The long road back from the ratings dungeon began yesterday for Philadelphia, when Fitch Investors Service gave the city its first upgrade in 17 years.
Fitch moved its assessment to BB from B, leaving the city in the junk category. But the rating agency also assigned a BBB-plus to the Pennsylvania Intergovernmental Cooperation Authority, the city's new oversight board.
A BBB-plus is on the low end of the investment-grade scale, but it will be strong enough to attract insurance for an upcoming bond sale, market analysts predicted.
"Philadelphia is taking its first steps toward resumption of fiscal normalcy," Fitch said in announcing its action. "With the creation and operation of PICA, its interaction with the city, and its bonding of Philadelphia's deficit, imminent risk of default is no longer present."
Colleen Woodell, a senior vice president at Fitch, said the biggest wild card for the city remains its unions, which are balking at many of the proposed concessions Mayor Edward G. Rendell is counting on in his five-year plan to balance the city's budget.
"Any time you have to rebuild an organization, which is what the city is doing, you need your staff on board," Ms. Woodell said. "The unions have to be willing to realize there's value in the five-year plan, and if need be, make sacrifices."
David Cohen, Mayor Rendell's chief of staff, agreed that upcoming collective bargaining sessions with the unions will be key to the city's long-term fiscal recovery. But he said yesterday's rating upgrade is "an acknowledgment of some of the tough things that the city has done and a tentative vote of confidence" in the new level of cooperation among elected officials in Philadelphia.
"It bodes well for the city's ultimate access to the credit markets," Mr. Cohen said.
Philadelphia's oversight board plans to price a $474 million bond sale the week of June 1, which will be used to pay off the city's accumulated deficits and fund capital projects next year. The city has been shut out of the credit markets since late 1990, when growing deficits and political paralysis resulted in downgrades into the non-investment grade range.

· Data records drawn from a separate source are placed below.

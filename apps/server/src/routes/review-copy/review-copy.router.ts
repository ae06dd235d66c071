import { type ReviewCopy, type ReviewCopyAnswer, revisionSegment } from '@coldfill/contract'
import { eq, getTableColumns } from 'drizzle-orm'
import { Router } from 'express'
import { askReviewCopy } from '../../commands/ask-review-copy.ts'
import { recordEvent } from '../../commands/record-event.ts'
import { reviewCopies } from '../../db/schema/index.ts'
import type { Deps } from '../../deps.ts'
import { notFound } from '../../errors.ts'
import { accessIn } from '../../middleware/require-project.ts'
import type { ProjectAccess } from '../../policies/project-access.ts'
import { findRevision } from '../../review/find-revision.ts'
import { projectFacts, type RevisionRow } from '../../review/project-facts.ts'
import { sendStored } from '../revisions/send-file.ts'

type Named = { project: string; rev: string }

const { content: _content, ...light } = getTableColumns(reviewCopies)

/** The submittal with redlines as comments, for those who see redlines. Mounted behind requireInsider. */
export const reviewCopyRouter = (deps: Deps): Router => {
  const revisionOf = async (access: ProjectAccess, rev: string): Promise<RevisionRow> =>
    findRevision(await projectFacts(deps.db, access.project), rev)

  const present = async (access: ProjectAccess, revision: RevisionRow): Promise<ReviewCopyAnswer> => {
    const [row] = await deps.db.select(light).from(reviewCopies).where(eq(reviewCopies.revisionId, revision.id))
    if (!row) return { copy: null }
    const { askedAt, askedBy, problem, name, size, sha256, redlines } = row
    const made = name !== null && size !== null && sha256 !== null
    return {
      copy: {
        state: made ? 'ready' : problem === null ? 'preparing' : 'failed',
        askedAt: askedAt.toISOString(),
        askedBy,
        problem,
        file: made
          ? {
              name,
              size,
              sha256,
              redlines: redlines ?? 0,
              href: `/api/projects/${access.project.number}/revisions/${revisionSegment(revision.label)}/review-copy/file`,
            }
          : null,
      } satisfies ReviewCopy,
    }
  }

  const router = Router({ mergeParams: true })
  router.get<'/:rev/review-copy', Named>('/:rev/review-copy', async (req, res) => {
    const access = accessIn(res)
    res.json(await present(access, await revisionOf(access, req.params.rev)))
  })
  router.post<'/:rev/review-copy', Named>('/:rev/review-copy', async (req, res) => {
    const access = accessIn(res)
    const revision = await revisionOf(access, req.params.rev)
    await askReviewCopy(deps, access, revision)
    res.status(202).json(await present(access, revision))
  })
  router.get<'/:rev/review-copy/file', Named>('/:rev/review-copy/file', async (req, res) => {
    const access = accessIn(res)
    const revision = await revisionOf(access, req.params.rev)
    const [row] = await deps.db.select().from(reviewCopies).where(eq(reviewCopies.revisionId, revision.id))
    if (!row?.content || row.name === null || row.sha256 === null) throw notFound()
    const { name, sha256, content } = row
    await sendStored(res, { kind: 'submittal', name, sha256, content }, () =>
      recordEvent(deps.db, access.principal, deps.clock(), {
        action: 'review copy downloaded',
        project: access.project.number,
        detail: name,
      }),
    )
  })
  return router
}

Bernard Anderson, chairman of the oversight board, said he is encouraged by the board's new rating because it will help officials selling the upcoming deal "make the case that these bonds are a worthy investment."
Mr. Anderson said the authority's bonds have several strong points, including a high debt service coverage of 2.6% and a segregated tax backing the loan.
He said the fact that the rating did not make it into the A range reflects a "lingering residue" of managerial problems that still must be solved. In addition, the market's negative sentiment toward any credit linked to Philadelphia also hurt the oversight board, according to Mr. Anderson.
"If the name of any other municipality than Philadelphia was on these bonds, we would have been rated even higher," he said.
But Ms. Woodell said there is no way to separate the two credits. "Philadelphia and PICA are intimately related, but security for their respective bonds is separate, as is the credit quality of each entity's debt," she said in her rating announcement.
The last time Philadelphia officials were awarded an upgrade was in 1975, when both Moody's Investors Service and Standard & Poor's Corp. moved their assessments to single A from the upper B range. Since then, however, the ratings have gone steadily downhill.
The slide hit bottom in September 1990, when the city was unable to sell its annual short-term notes and had to resort to high-priced loans from local banks to avert insolvency.
Moody's rating dropped to B, and Standard & Poor's fell even further, to CCC. Both agencies are expected late this week or early next week to announce the results of a fresh assessment of the city's credit, in conjunction with their new rating for the oversight board.
Fitch has only rated the city since June 1990, when it assigned Philadelphia a BBB. The rating fell to B three months later during the city's note crisis and remained there until yesterday.